*EXERCISE OBJECTIVE:*
Retype, word for word, each line between the lines holding "peak = Math.max(peak, kb / 1024);" and "const server = await", inclusive, and leave the rest of the data alone.

*TASK INPUT:*
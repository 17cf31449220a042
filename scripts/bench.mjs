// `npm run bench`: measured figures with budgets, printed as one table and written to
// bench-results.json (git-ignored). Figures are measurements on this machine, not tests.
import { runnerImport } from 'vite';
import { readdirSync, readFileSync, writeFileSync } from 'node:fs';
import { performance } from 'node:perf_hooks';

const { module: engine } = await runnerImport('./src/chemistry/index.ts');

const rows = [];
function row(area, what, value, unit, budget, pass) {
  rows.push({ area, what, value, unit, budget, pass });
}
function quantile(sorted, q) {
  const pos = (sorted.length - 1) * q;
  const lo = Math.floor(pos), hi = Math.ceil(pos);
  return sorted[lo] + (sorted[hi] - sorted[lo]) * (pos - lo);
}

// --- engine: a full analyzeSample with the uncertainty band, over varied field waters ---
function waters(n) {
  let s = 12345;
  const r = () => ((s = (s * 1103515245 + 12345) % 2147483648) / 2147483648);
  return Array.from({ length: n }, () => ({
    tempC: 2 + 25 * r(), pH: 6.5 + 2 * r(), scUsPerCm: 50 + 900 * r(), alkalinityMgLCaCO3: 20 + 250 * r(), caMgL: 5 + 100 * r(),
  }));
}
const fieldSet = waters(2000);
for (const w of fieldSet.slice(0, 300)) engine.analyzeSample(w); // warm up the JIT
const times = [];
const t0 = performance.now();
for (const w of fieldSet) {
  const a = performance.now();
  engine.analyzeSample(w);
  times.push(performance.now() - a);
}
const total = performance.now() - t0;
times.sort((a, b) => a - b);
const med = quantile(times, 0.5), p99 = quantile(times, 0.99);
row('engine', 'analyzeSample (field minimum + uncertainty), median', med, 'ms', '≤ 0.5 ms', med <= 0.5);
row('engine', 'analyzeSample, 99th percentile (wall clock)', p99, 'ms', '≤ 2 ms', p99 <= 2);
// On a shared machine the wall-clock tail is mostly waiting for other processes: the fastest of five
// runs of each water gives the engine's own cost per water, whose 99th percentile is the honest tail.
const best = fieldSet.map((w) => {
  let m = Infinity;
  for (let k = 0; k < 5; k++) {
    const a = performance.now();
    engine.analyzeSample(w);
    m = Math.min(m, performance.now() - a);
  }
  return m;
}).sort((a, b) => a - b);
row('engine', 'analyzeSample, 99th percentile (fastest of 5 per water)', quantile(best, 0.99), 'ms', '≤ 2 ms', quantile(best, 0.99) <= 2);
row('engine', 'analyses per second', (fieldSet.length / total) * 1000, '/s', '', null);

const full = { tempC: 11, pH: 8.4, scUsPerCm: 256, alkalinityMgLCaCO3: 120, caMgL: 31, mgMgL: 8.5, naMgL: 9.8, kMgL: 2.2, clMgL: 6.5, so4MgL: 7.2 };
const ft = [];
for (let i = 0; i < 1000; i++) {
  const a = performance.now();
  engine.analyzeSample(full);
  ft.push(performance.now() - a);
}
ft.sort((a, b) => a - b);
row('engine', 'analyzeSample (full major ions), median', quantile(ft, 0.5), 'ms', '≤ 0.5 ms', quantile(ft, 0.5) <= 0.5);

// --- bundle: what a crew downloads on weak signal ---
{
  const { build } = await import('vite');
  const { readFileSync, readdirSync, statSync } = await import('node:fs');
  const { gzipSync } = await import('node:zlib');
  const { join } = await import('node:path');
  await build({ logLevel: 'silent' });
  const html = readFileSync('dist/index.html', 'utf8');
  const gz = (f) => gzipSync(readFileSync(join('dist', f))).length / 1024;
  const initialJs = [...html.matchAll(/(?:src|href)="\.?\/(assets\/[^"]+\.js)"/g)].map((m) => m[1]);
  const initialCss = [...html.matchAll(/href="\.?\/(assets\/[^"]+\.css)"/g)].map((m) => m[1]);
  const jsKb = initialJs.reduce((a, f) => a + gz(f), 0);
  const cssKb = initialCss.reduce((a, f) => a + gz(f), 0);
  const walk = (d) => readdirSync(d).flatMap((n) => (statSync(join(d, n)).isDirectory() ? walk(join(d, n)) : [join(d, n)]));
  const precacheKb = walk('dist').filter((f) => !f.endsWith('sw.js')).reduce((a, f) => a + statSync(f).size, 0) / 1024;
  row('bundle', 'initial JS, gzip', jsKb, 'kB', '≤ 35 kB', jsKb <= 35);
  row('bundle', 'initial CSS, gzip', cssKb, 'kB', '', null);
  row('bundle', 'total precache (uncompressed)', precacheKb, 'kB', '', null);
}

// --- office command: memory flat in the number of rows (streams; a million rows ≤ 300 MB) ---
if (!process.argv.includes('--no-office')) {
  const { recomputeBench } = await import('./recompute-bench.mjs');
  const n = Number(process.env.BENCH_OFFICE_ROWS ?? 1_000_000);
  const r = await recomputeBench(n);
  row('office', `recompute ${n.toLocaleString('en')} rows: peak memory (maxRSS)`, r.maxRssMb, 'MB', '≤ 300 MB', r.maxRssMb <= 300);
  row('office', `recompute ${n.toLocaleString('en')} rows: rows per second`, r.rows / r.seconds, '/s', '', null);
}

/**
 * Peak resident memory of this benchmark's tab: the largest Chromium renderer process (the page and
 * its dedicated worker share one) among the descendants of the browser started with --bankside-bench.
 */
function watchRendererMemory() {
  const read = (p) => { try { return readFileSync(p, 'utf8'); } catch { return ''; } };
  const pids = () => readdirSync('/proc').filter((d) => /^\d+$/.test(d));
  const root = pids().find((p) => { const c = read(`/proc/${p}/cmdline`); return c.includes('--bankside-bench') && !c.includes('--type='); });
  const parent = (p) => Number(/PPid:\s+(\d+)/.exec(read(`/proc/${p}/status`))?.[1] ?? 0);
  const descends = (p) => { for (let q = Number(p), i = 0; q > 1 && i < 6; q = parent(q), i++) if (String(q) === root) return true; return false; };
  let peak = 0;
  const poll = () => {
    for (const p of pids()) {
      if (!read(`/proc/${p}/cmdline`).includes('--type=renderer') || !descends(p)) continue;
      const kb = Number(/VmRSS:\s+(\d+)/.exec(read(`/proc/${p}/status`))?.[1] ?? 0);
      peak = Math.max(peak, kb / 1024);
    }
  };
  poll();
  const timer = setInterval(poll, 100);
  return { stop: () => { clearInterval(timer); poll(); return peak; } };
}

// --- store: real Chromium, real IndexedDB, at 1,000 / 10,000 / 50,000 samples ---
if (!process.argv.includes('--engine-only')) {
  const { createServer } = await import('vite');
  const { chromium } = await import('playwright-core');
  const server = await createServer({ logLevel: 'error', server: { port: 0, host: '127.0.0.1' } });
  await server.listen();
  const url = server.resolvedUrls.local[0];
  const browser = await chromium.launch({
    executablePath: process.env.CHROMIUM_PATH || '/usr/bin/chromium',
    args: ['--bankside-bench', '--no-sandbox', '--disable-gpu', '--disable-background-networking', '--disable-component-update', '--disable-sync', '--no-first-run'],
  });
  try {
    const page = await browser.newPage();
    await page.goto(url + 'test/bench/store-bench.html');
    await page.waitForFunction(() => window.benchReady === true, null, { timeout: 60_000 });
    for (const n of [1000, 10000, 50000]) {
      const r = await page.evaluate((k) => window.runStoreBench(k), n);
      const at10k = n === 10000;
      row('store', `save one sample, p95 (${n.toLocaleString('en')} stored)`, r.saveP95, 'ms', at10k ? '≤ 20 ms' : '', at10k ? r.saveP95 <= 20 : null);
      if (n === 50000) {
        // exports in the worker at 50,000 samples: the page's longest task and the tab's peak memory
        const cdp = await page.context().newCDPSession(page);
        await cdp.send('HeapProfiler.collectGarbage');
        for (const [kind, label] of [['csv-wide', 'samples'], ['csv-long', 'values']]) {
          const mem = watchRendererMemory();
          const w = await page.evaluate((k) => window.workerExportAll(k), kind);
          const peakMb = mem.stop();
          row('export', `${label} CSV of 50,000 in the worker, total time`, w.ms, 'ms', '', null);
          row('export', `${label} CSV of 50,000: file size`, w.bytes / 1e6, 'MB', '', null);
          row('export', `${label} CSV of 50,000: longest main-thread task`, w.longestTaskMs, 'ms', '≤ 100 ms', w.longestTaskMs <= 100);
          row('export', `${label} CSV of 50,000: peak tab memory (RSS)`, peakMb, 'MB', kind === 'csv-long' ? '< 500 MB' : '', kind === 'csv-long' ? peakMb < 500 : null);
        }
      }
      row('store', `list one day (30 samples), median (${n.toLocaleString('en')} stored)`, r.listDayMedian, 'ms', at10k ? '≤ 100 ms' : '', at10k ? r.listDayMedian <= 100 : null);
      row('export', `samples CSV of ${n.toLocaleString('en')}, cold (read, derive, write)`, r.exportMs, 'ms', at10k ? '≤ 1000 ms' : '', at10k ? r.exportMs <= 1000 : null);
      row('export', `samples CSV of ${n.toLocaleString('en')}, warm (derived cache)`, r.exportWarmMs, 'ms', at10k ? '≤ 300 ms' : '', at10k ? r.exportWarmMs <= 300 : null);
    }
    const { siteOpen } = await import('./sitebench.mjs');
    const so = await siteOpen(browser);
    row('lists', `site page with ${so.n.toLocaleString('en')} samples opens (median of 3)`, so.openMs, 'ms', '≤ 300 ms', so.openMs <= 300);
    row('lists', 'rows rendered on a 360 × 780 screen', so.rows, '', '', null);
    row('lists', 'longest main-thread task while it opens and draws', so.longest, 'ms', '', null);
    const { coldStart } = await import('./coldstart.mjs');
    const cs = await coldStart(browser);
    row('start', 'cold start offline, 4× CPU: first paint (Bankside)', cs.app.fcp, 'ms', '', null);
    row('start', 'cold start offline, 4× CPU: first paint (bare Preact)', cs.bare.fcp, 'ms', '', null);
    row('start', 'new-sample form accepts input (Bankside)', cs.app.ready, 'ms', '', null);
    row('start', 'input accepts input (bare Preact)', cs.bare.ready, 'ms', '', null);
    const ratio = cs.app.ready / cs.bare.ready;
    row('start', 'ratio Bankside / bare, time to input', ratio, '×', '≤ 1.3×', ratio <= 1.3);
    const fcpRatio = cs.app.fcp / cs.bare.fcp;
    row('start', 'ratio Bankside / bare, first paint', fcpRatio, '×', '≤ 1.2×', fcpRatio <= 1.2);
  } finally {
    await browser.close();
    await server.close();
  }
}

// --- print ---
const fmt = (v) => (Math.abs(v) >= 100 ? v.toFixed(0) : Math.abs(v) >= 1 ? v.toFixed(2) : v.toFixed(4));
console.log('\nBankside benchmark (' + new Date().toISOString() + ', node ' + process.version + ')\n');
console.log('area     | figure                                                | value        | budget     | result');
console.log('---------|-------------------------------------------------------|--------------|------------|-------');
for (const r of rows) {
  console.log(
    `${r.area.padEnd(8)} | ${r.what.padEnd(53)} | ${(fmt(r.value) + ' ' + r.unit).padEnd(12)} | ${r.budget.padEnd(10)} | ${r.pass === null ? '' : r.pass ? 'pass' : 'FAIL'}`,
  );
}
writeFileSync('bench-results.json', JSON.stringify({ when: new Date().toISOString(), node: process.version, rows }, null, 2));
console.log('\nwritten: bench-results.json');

*REPLY:*
      peak = Math.max(peak, kb / 1024);
    }
  };
  poll();
  const timer = setInterval(poll, 100);
  return { stop: () => { clearInterval(timer); poll(); return peak; } };
}

// --- store: real Chromium, real IndexedDB, at 1,000 / 10,000 / 50,000 samples ---
if (!process.argv.includes('--engine-only')) {
  const { createServer } = await import('vite');
  const { chromium } = await import('playwright-core');
  const server = await createServer({ logLevel: 'error', server: { port: 0, host: '127.0.0.1' } });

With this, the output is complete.